The European Union (EU) has agreed to limit bankers’ bonuses at two times salary and banks will be subject to a strict transparency regime under a provisional deal.
Members of the European Parliament have secured an agreement on a mandatory 1:1 ratio on salary relative to variable pay, which can rise to 2:1 with explicit shareholder approval.
The deal includes minimal concessions to reduce the most severe pay crackdown since the 2008 financial crisis.
For the City of London, the impact of deal will be partly softened by giving more favourable treatment to long-term pay linked to the health of a bank, such as equity or bonds that are written down when an institution fails, according to the Financial Times (FT).
The deal, if approved, will pave the way to legislate the Basel III capital rules. Apart from a prized bonus cap, banks of the EU have to reveal their taxes and profits on a country-by-country basis from 2015.
Michel Barnier, the EU commissioner responsible for the reforms, said it was “difficult to imagine now that we would scrap this compromise”.
London mayor Boris Johnson, in a statement, said: “People will wonder why we stay in the EU if it persists in such transparently self-defeating policies. Brussels cannot control the global market for banking talent, Brussels cannot set pay for bankers around the world.”
Once approved, banks are required to strengthen their buffers of equity and liquid assets to Basel standards over the next six years.
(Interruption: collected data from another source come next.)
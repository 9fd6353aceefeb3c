/** Shared set-up for the sweep integration tests: a temp database and designs from the templates. */
import type { ChildProcess } from 'node:child_process';
import { mkdtempSync, rmSync } from 'node:fs';
import { tmpdir } from 'node:os';
import { join } from 'node:path';
import { makeDesignFromTemplate } from '../../../app/circuit/templates';
import type { SweepRequest } from '../../../app/contract/contract';
import { SqliteStore } from '../../../app/store';

export function tempFolder(): { path: string; remove(): void } {
  const path = mkdtempSync(join(tmpdir(), 'rolloff-sweep-'));
  return { path, remove: () => rmSync(path, { recursive: true, force: true }) };
}

/** Inverting stage, gain −RF/RN = −100, single-pole op-amp A0 = 1e5, GBW = 1 MHz (template defaults otherwise). */
export function invertingGain100(): unknown {
  return makeDesignFromTemplate('inverting-gain', { rn: 1e3, rf: 100e3, gbw: 1e6, a0: 1e5 });
}

export function sweepRequest(buildId: number, overrides: Partial<SweepRequest> = {}): SweepRequest {
  return {
    buildId, kind: 'ac', from: 100, to: 1e6, pointsPerDecade: 5, spacing: 'log',
    amplitude: { mode: 'auto' }, measurement: 'scope', minCycles: 5, averages: 1, refine: true,
    operator: 'integration test', notes: '', ...overrides,
  };
}

/** Points stored so far for the newest run in a SQLite file (read-only; 0 before the file or the run exists). */
export function pointsOfLatestRun(dbPath: string): Promise<number> {
  return stepsOfLatestRun(dbPath, async (store, runId) => (await store.loadPoints(runId)).step.length);
}

/** What `count` finds in the newest run of a SQLite file, read-only; 0 before the file or the run exists. */
export async function stepsOfLatestRun(dbPath: string, count: (store: SqliteStore, runId: number) => Promise<number>): Promise<number> {
  try {
    const store = SqliteStore.open(dbPath, { readonly: true });
    try {
      const [run] = await store.listRuns({ limit: 1 });
      return run ? await count(store, run.id) : 0;
    } finally {
      await store.close();
    }
  } catch {
    return 0; // not created yet
  }
}

/** Everything stored of one run in a SQLite file (read-only): its row (owner included), points and events. */
export async function storedRun(dbPath: string, runId: number) {
  const store = SqliteStore.open(dbPath, { readonly: true });
  try {
    return { run: await store.getRun(runId), points: await store.loadPoints(runId), events: await store.listEvents(runId) };
  } finally {
    await store.close();
  }
}

/** SIGKILL, resolved once the process is gone. */
export function killed(child: ChildProcess): Promise<void> {
  return new Promise((done) => {
    child.on('exit', () => done());
    child.kill('SIGKILL');
  });
}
“I don’t think bankers should be treated as special creatures in any way - perhaps that was one of problems of past,” Stephen Hester, CEO of Royal Bank of Scotland, told the BBC. “We’ve got to apply the rules to everyone whatever those rules may be,” he added.
EU will investigate the data of big banks in 2014 and has the right to recommend a delay to implementation if the transparency is shown to significantly hurt the competitiveness of EU companies.
Vicky Ford, a British MEP who negotiated for the parliament, told the FT: “I hope there can be a workable solution [on remuneration]. But banks need to look at the whole of the package.”
Othmar Karas, the European Parliament’s negotiator said: “For the first time in the history of EU financial market regulation, we will cap bankers’ bonuses . . . The essence is that from 2014, European banks will have to set aside more money to be more stable and concentrate on their core business.”